## Solving Scramble With Friends – a tale of three data structures

## Solving Scramble with Friends – A tale of three data structures

This post aims to illustrate how to solve Scramble With Friends/Boggle and the techniques and data structures necessary. In particular, we will see how to prune an enormous search space, how to use recursion to simplify the task, and the relative performance of three different data structures: an unsorted list, a sorted list with binary search, and a trie.

# Problem statement

Given an N x N board, (4×4 in case of Boggle and Scramble with Friends), find all of the paths through the board which create a valid word. These paths must use each tile at most once and be contiguous; tile N must be adjacent to tile N – 1 in any of 8 directions (North, Northeast, East, Southeast, South, Southwest, West, Northwest).

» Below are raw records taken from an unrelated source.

/**
 * The LaTeX output compiles: the standalone report, and the fragment and paragraph \input into a
 * minimal document, with the first TeX engine found on the machine (pdflatex, lualatex, xelatex,
 * tectonic). Without an engine the compile step says why it did not run, and the structural checks
 * below (balanced braces, matching \begin/\end, paired $) still run on every fixture.
 */
import { describe, expect, it } from 'vitest';
import { spawnSync } from 'node:child_process';
import { existsSync, readFileSync, writeFileSync } from 'node:fs';
import { join } from 'node:path';
import { renderLatex } from '../../src/report/latex.js';
import { paperParagraph } from '../../src/report/paragraph.js';
import { scratch } from '../helpers/cli.js';
import { FIXTURES } from '../helpers/report-fixtures.js';

const ENGINES = ['pdflatex', 'lualatex', 'xelatex', 'tectonic'];

function findEngine(): string | undefined {
  return ENGINES.find((e) => spawnSync('sh', ['-c', `command -v ${e}`]).status === 0);
}

function compile(engine: string, dir: string, file: string): { ok: boolean; log: string } {
  const args = engine === 'tectonic'
    ? ['--outdir', dir, file]
    : ['-interaction=nonstopmode', '-halt-on-error', '-no-shell-escape', '-output-directory', dir, file];
  const run = spawnSync(engine, args, { cwd: dir, encoding: 'utf8', timeout: 120_000 });
  const logFile = join(dir, file.replace(/\.tex$/, '.log'));
  const log = existsSync(logFile) ? readFileSync(logFile, 'utf8') : `${run.stdout}\n${run.stderr}`;
  return { ok: run.status === 0 && existsSync(join(dir, file.replace(/\.tex$/, '.pdf'))), log };
}

/** Braces (not counting \{ \}), \begin/\end nesting and inline-math dollars (not counting \$) balance. */
function structure(tex: string): void {
  const body = tex.split('\n').map((l) => l.replace(/(?<!\\)%.*$/, '')).join('\n'); // comments out
  let depth = 0;
  for (let i = 0; i < body.length; i++) {
    if (body[i] === '\\') { i++; continue; }
    if (body[i] === '{') depth++;
    if (body[i] === '}') { depth--; expect(depth).toBeGreaterThanOrEqual(0); }
  }
  expect(depth).toBe(0);
  const stack: string[] = [];
  for (const m of body.matchAll(/\\(begin|end)\{([^}]+)\}/g)) {
    if (m[1] === 'begin') stack.push(m[2]);
    else expect(stack.pop()).toBe(m[2]);
  }
  expect(stack).toEqual([]);
  const dollars = body.replace(/\\\$/g, '').split('$').length - 1;
  expect(dollars % 2).toBe(0);
}

describe('LaTeX output', () => {
  it('is well formed for every fixture: braces, environments and math delimiters balance', () => {
    for (const make of Object.values(FIXTURES)) {
      const r = make();
      structure(renderLatex(r));
      structure(renderLatex(r, { standalone: false }));
      structure(paperParagraph(r, 'latex'));
    }
    // the standalone document has a preamble and a body; the fragment has neither
    expect(renderLatex(FIXTURES.staticResult())).toMatch(/\\documentclass(\[[^\]]*\])?\{article\}[\s\S]*\\begin\{document\}[\s\S]*\\end\{document\}\s*$/);
    expect(renderLatex(FIXTURES.staticResult(), { standalone: false })).not.toMatch(/\\documentclass|\\begin\{document\}/);
  });

  // no TeX engine on this machine: the compile check is reported as skipped (with the reason in its
  // name), never as passed; the structural checks above run everywhere
  const engine = findEngine();
  const compileName = engine
    ? `compiles with ${engine} (standalone report, and fragment + paragraph \\input into a paper)`
    : `compiles with a TeX engine: SKIPPED, none of ${ENGINES.join(', ')} is installed (apt-get install texlive-latex-base)`;
  it.skipIf(!engine)(compileName, () => {
    if (!engine) throw new Error('unreachable: skipped without a TeX engine');
    const dir = scratch();
    // a standalone report, compiled twice so that the second run resolves the citations of its own bibliography
    for (const name of ['staticResult']) {
      const file = `${name}.tex`;
      writeFileSync(join(dir, file), renderLatex(FIXTURES[name]()));
      const first = compile(engine, dir, file);
      expect(first.ok, `${engine} on ${file}:\n${first.log.slice(-3000)}`).toBe(true);
      const second = compile(engine, dir, file);
      expect(second.ok).toBe(true);
      expect(second.log).not.toMatch(/Citation .* undefined/);
    }
    // every fixture's fragment and paragraph inside one paper
    const parts: string[] = [];
    for (const [name, make] of Object.entries(FIXTURES)) {
      writeFileSync(join(dir, `${name}-section.tex`), renderLatex(make(), { standalone: false }));
      writeFileSync(join(dir, `${name}-paragraph.tex`), paperParagraph(make(), 'latex'));
      parts.push(`\\input{${name}-section}`, `\\input{${name}-paragraph}`);
    }
    writeFileSync(join(dir, 'paper.tex'), [
      '\\documentclass{article}', '\\usepackage[T1]{fontenc}', '\\usepackage[utf8]{inputenc}', '\\usepackage{array}',
      '\\begin{document}', ...parts, '\\end{document}', '',
    ].join('\n'));
    const paper = compile(engine, dir, 'paper.tex');
    expect(paper.ok, `${engine} on paper.tex:\n${paper.log.slice(-3000)}`).toBe(true);
  });
});
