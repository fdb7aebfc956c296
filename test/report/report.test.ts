/**
 * The report renderers (text, Markdown, LaTeX, JSON), the paper paragraph and the citations, on
 * hand-made results that fill the bounds, power and dynamic-model slots (test/helpers/report-fixtures.ts).
 * Snapshots pin the layout; the other checks pin what a reader must (or must not) be told.
 */
import { describe, expect, it } from 'vitest';
import { renderText } from '../../src/report/text.js';
import { renderMarkdown } from '../../src/report/markdown.js';
import { renderLatex } from '../../src/report/latex.js';
import { renderJson } from '../../src/report/json.js';
import { paperParagraph } from '../../src/report/paragraph.js';
import { citations, citedKeys } from '../../src/report/citations.js';
import { VERSION } from '../../src/version.js';
import { boundsResolutionWords } from '../../src/report/wording.js';
import { inline } from '../../src/report/format.js';
import { FIXTURES, dynamicNoH, dynamicResult, negativeWithGaps, noInterceptLag4, staticResult } from '../helpers/report-fixtures.js';

/** The text with every run of white space (line breaks of the wrapped text report) made one space. */
const flat = (s: string) => s.replace(/\s+/g, ' ');

describe('snapshots of every renderer on fixed results', () => {
  for (const [name, make] of Object.entries(FIXTURES)) {
    it(`${name}: text, Markdown, LaTeX, JSON, paragraph (3 formats), BibTeX`, () => {
      const r = make();
      expect(renderText(r)).toMatchSnapshot('text');
      expect(renderMarkdown(r)).toMatchSnapshot('markdown');
      expect(renderLatex(r)).toMatchSnapshot('latex');
      expect(renderLatex(r, { standalone: false })).toMatchSnapshot('latex fragment');
      expect(renderJson(r)).toMatchSnapshot('json');
      expect(paperParagraph(r, 'text')).toMatchSnapshot('paragraph text');
      expect(paperParagraph(r, 'markdown')).toMatchSnapshot('paragraph markdown');
      expect(paperParagraph(r, 'latex')).toMatchSnapshot('paragraph latex');
      expect(citations(r)).toMatchSnapshot('bibtex');
    });
  }
});

describe('content every report must carry', () => {
  it('version, cautions and the plain-words decision appear in text, Markdown and LaTeX', () => {
    const r = staticResult();
    for (const out of [renderText(r), renderMarkdown(r), renderLatex(r)].map(flat)) {
      expect(out).toContain(`exact-dw ${VERSION}`);
      expect(out).toMatch(/normally distributed/);
      expect(out).toMatch(/strictly exogenous/);
      expect(out).toMatch(/No lagged dependent variable/);
      expect(out).toMatch(/assume a model with an intercept/);
      expect(out).toMatch(/supports, and does not replace, the analyst's judgement/);
      expect(out).toMatch(/the exact test rejects the null hypothesis of no first-order autocorrelation/);
    }
  });
  it('the chosen alternative and the other two p-values are all shown, the chosen one marked', () => {
    const t = renderText(staticResult());
    expect(t).toMatch(/positive autocorrelation\s+P\(D <= d\)\s+0\.0386\s+tested/);
    expect(t).toMatch(/negative autocorrelation\s+P\(D >= d\)\s+0\.9614\n/);
    expect(t).toMatch(/two-sided\)\s+twice the smaller tail\s+0\.0772\n/);
  });
  it('bounds: zone and resolution shown when present; when absent, the reason (no intercept, lag > 1, gaps)', () => {
    const s = flat(renderText(staticResult()));
    expect(s).toMatch(/between d_L and d_U: the bounds test is inconclusive/);
    expect(s).toContain('d_L = 1.188 <= d = 1.315 <= d_U = 1.546; the exact p-value for this design, 0.039, rejects at 5%');
    expect(flat(renderLatex(staticResult()))).toContain('$d_L = 1.188 \\le d = 1.315 \\le d_U = 1.546$');
    const a = flat(renderText(noInterceptLag4()));
    expect(a).toMatch(/the model has no intercept, and the bounds assume one/);
    expect(a).toMatch(/differences at lag 4, and the classical bounds are for lag 1/);
    const g = flat(renderText(negativeWithGaps()));
    expect(g).toMatch(/the time index has gaps/);
  });
  it('intercept added, detected or absent is stated', () => {
    expect(renderText(staticResult())).toMatch(/Intercept \.+ added by exact-dw/);
    expect(renderText(negativeWithGaps())).toMatch(/Intercept \.+ a constant column of the data/);
    expect(renderText(noInterceptLag4())).toMatch(/Intercept \.+ none/);
  });
  it('power: a long curve is thinned (here to rho = 0.1, ..., 0.9) and the target statement is given (reached / not reached)', () => {
    const t = renderText(staticResult());
    expect(t).toMatch(/The power reaches 80% at rho = 0\.617/);
    const rows = t.split('\n').filter((l) => /^\s+0\.\d+\s+0\.\d{4}$/.test(l));
    expect(rows.length).toBe(9); // rho = 0.1, 0.2, ..., 0.9
    expect(flat(renderText(negativeWithGaps()))).toMatch(/does not reach 90% for any rho between -0\.99 and 0 with this design/); // negative alternative: rho < 0
  });
  it('no power section when the slot is null', () => {
    expect(renderText(noInterceptLag4())).not.toMatch(/POWER/);
  });
});

describe('a model with a lagged dependent variable', () => {
  const r = dynamicResult();
  const outs = { text: renderText(r), markdown: renderMarkdown(r), latex: renderLatex(r) };
  it("does not present d's p-value, critical values, bounds or power as a test", () => {
    for (const out of Object.values(outs)) {
      expect(out).not.toContain('0.3801');   // the p-value of d
      expect(out).not.toContain('1.3606');   // its critical value
      expect(out).not.toContain('1.1879');   // d_L
      expect(out).not.toMatch(/Exact power/);
      expect(out).toMatch(/not a valid test/);
    }
  });
  it("leads with Durbin's h and Breusch-Godfrey, labelled asymptotic", () => {
    const t = outs.text;
    const conclusion = t.slice(t.indexOf('CONCLUSION'), t.indexOf('THE STATISTIC'));
    expect(conclusion).toMatch(/both asymptotic tests reject/i);
    expect(t.indexOf('LAGGED DEPENDENT VARIABLE (ASYMPTOTIC)')).toBeLessThan(t.indexOf('THE STATISTIC'));
    expect(t).toMatch(/Durbin's h +2\.3154 +0\.0103 +normal\n/);
    expect(t).toMatch(/Breusch-Godfrey LM, order 1 +4\.2113 +0\.0401 +chi-square, 1 df\n/);
    expect(t).toMatch(/p \(asymptotic\)/);
    expect(t).toContain('sales_lag1');
  });
  it('says why when h is undefined, and gives the Breusch-Godfrey verdict', () => {
    const t = flat(renderText(dynamicNoH()));
    expect(t).toMatch(/Durbin's h is undefined here: n V = 1\.31 >= 1 \(V = 0\.0546/);
    expect(t).not.toMatch(/undefined: Durbin's h/);
    expect(t).toMatch(/Breusch-Godfrey test does not reject/);
    expect(flat(paperParagraph(dynamicNoH()))).toMatch(/which is undefined here \(n V = 1\.31 >= 1\)/);
  });
  it('the paragraph does not give a p-value for d and cites Durbin 1970, Breusch 1978, Godfrey 1978', () => {
    const p = paperParagraph(r, 'text');
    expect(p).toMatch(/was not used as a test/);
    expect(p).not.toMatch(/exact p-value/);
    expect(p).toContain('(Durbin 1970)');
    expect(p).toContain('(Breusch 1978; Godfrey 1978)');
    expect(citedKeys(r)).toEqual(['durbin-watson-1950', 'durbin-watson-1951', 'durbin-1970', 'breusch-1978', 'godfrey-1978', 'exact-dw']);
  });
});

describe('citations: BibTeX for the methods actually used', () => {
  const keysOf = (bib: string) => [...bib.matchAll(/@(?:article|software)\{([^,]+),/g)].map((m) => m[1]);
  it('Imhof engine with bounds: Durbin-Watson 1950, 1951, Imhof 1961, Savin-White 1977, and the software', () => {
    expect(keysOf(citations(staticResult()))).toEqual(['durbin-watson-1950', 'durbin-watson-1951', 'imhof-1961', 'savin-white-1977', 'exact-dw']);
  });
  it('Pan engine at lag 4 without bounds: Pan 1968, Farebrother 1980 and Wallis 1972, no Savin-White', () => {
    expect(keysOf(citations(noInterceptLag4()))).toEqual(['durbin-watson-1950', 'durbin-watson-1951', 'wallis-1972', 'pan-1968', 'farebrother-1980', 'exact-dw']);
  });
  it('a static result with the Breusch-Godfrey test beside d cites Breusch (1978) and Godfrey (1978)', () => {
    const r = { ...staticResult(), breuschGodfrey: { order: 4, lm: 9.5, pChiSquare: 0.0497, f: 2.6, pF: 0.07, df1: 4, df2: 17, rSquared: 0.4, n: 24 } };
    expect(keysOf(citations(r))).toEqual(['durbin-watson-1950', 'durbin-watson-1951', 'imhof-1961', 'savin-white-1977', 'breusch-1978', 'godfrey-1978', 'exact-dw']);
    expect(paperParagraph(r, 'text')).toContain('Breusch-Godfrey test of order 4 (Breusch 1978; Godfrey 1978) gives LM = 9.50');
  });
  it('the software entry is a @software entry with the version', () => {
    const bib = citations(staticResult());
    expect(bib).toMatch(new RegExp(`@software\\{exact-dw,\n[\\s\\S]*version = \\{${VERSION.replace(/\./g, '\\.')}\\}`));
  });
  it('entries carry the volumes and pages of the brief (from memory)', () => {
    const all = citations(staticResult()) + citations(noInterceptLag4()) + citations(dynamicResult());
    for (const [key, volume, pages] of [
      ['durbin-watson-1950', '37', '409--428'], ['durbin-watson-1951', '38', '159--178'], ['imhof-1961', '48', '419--426'],
      ['pan-1968', '7', '281--292'], ['farebrother-1980', '29', '224--227'], ['savin-white-1977', '45', '1989--1996'],
      ['wallis-1972', '40', '617--636'], ['durbin-1970', '38', '410--421'], ['breusch-1978', '17', '334--355'], ['godfrey-1978', '46', '1293--1301'],
    ]) {
      const entry = all.slice(all.indexOf(`{${key},`), all.indexOf('\n}', all.indexOf(`{${key},`)));
      expect(entry).toContain(`volume  = {${volume}}`);
      expect(entry).toContain(`pages   = {${pages}}`);
    }
  });
  it('braces balance in every entry, and each entry is a well-formed @article', () => {
    for (const make of Object.values(FIXTURES)) {
      const bib = citations(make());
      let depth = 0;
      for (const ch of bib) { depth += ch === '{' ? 1 : ch === '}' ? -1 : 0; expect(depth).toBeGreaterThanOrEqual(0); }
      expect(depth).toBe(0);
      for (const entry of bib.split(/\n(?=@)/)) {
        expect(entry).toMatch(entry.startsWith('@software') ? /^@software\{exact-dw,\n( {2}\w+ += \{.*\},\n)+\}\n?/ : /^@article\{[a-z-]+\d{4},\n( {2}\w+ += \{.*\},\n)+\}\n?/);
      }
    }
  });
  it('the cite keys in the Markdown and LaTeX paragraphs are exactly the BibTeX keys', () => {
    for (const make of Object.values(FIXTURES)) {
      const r = make();
      const bibKeys = keysOf(citations(r)).sort();
      const md = [...paperParagraph(r, 'markdown').matchAll(/@([a-z0-9-]+)/g)].map((m) => m[1]);
      const tex = [...paperParagraph(r, 'latex').matchAll(/\\cite\{([^}]*)\}/g)].flatMap((m) => m[1].split(','));
      expect([...new Set(md)].sort()).toEqual(bibKeys);
      expect([...new Set(tex)].sort()).toEqual(bibKeys);
    }
  });
  it('every work a report cites in its References section has a BibTeX entry', () => {
    for (const make of Object.values(FIXTURES)) {
      const r = make();
      const listed = [...renderMarkdown(r).matchAll(/\[@([a-z0-9-]+)/g)].map((m) => m[1]);
      const bib = keysOf(citations(r));
      for (const k of listed) expect(bib).toContain(k);
    }
  });
});

describe('JSON', () => {
  it('parses back to exactly the numbers of the result, with the package version', () => {
    const r = staticResult();
    const j = JSON.parse(renderJson(r));
    expect(j.packageVersion).toBe(VERSION);
    expect(j.d).toBe(r.d);
    expect(j.pValue).toBe(r.pValue);
    expect(j.critical).toEqual(r.critical);
    // the typed codes stay, and the JSON keeps its sentences beside them (words from wording.ts)
    expect(j.bounds).toEqual({ ...r.bounds, resolution: inline(boundsResolutionWords(r.bounds!), 'text') });
    expect(j.bounds.outcome.code).toBe('BOUNDS_INCONCLUSIVE');
    expect(j.methodChoice).toEqual({ code: 'IMHOF_SPECTRUM' });
    expect(j.methodReason).toBe('Imhof integral on the spectrum');
    expect(j.power).toEqual(r.power);
    expect(j.coefficients).toEqual(r.coefficients);
  });
  it('has a stable key order whatever the order of the input object, and is deterministic', () => {
    const r = staticResult();
    const shuffled = Object.fromEntries(Object.entries(r).reverse()) as typeof r;
    shuffled.critical = { tailLevel: r.critical.tailLevel, upper: r.critical.upper, lower: r.critical.lower };
    expect(renderJson(shuffled)).toBe(renderJson(r));
    expect(renderJson(r)).toBe(renderJson(staticResult()));
    expect(Object.keys(JSON.parse(renderJson(r))).slice(0, 4)).toEqual(['packageVersion', 'd', 'n', 'k']);
    expect(Object.keys(JSON.parse(renderJson(dynamicResult())).dynamic.breuschGodfrey)).toEqual(['order', 'lm', 'pChiSquare', 'f', 'pF', 'df1', 'df2']);
  });
  it('writes non-finite numbers as null and keeps keys it does not know (sorted, after the known ones)', () => {
    const r = { ...staticResult(), rSquared: Number.NaN, zExtra: 1, aExtra: 2 } as ReturnType<typeof staticResult>;
    const j = JSON.parse(renderJson(r));
    expect(j.rSquared).toBeNull();
    const keys = Object.keys(j);
    expect(keys.slice(-2)).toEqual(['aExtra', 'zExtra']);
  });
});

describe('escaping of caller text', () => {
  it('a column name with LaTeX and Markdown specials is escaped, not interpreted', () => {
    const r = negativeWithGaps();
    expect(renderLatex(r)).toContain('\\texttt{area \\& share}');
    expect(renderMarkdown(r)).toContain('`area & share`');
    expect(paperParagraph(r, 'latex')).toContain('area \\& share');
    expect(renderLatex(r)).toContain('flow\\_m3');
  });
});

In this example, ANT is a valid solution in the bottom left corner, but NURSE is not because the Ns are not located next to the U.

# Most naive approach

First, imagine that we have a method that, given a path through the board returns all valid words that starts with that path, called `DoSolve`

. For instance, `DoSolve(['Qu'])`

would return all the valid words (and their locations) that start with Qu. `DoSolve(['N', 'E'])`

would return all the valid paths that start with N followed by an E. With such a method, it is trivial to solve the problem. In pseudocode:

```
Solve(board):
solutions = empty list
for each location on board:
append DoSolve(location) to solutions
return solutions
```

The tricky part is, how do we make DoSolve work? Remember that it must

- return only valid words
- return only words that are formed from contiguous tiles
- must not repeat any tiles.

The easiest way to solve this problem is through recursion. As you probably remember, recursion is simply when a method calls itself. In order to avoid an infinite loop (and eventual stack overflow), there must be some sort of stopping criteria. As it was taught to me, you have to be sure that the problem becomes smaller at each step, until it becomes so small as to be trivially solved. Here’s that basic algorithm:

```
DoSolve(board, tiles_used)
solutions = empty list
current word = empty string
for letter in tiles_used:
append letter to current word
# 1 - ensure that the word is valid
if the current word is a valid word:
append current word to solutions
most recent tile = last tile in tiles_used
# 2 - ensure that the next tile we use is adjacent to the last one
for each tile adjacent to most recent tile:
# 3 - ensure that we do not repeat any tiles
if tile is on the board and tile hasn't been used previously:
new_path = append tile to copy of tiles_used list
solutions_starting_from_tile = DoSolve(board, new_path)
append solutions_starting_from_tile to solutions
return solutions
```

This will work, but it suffers from an incredible flaw. Do you see it?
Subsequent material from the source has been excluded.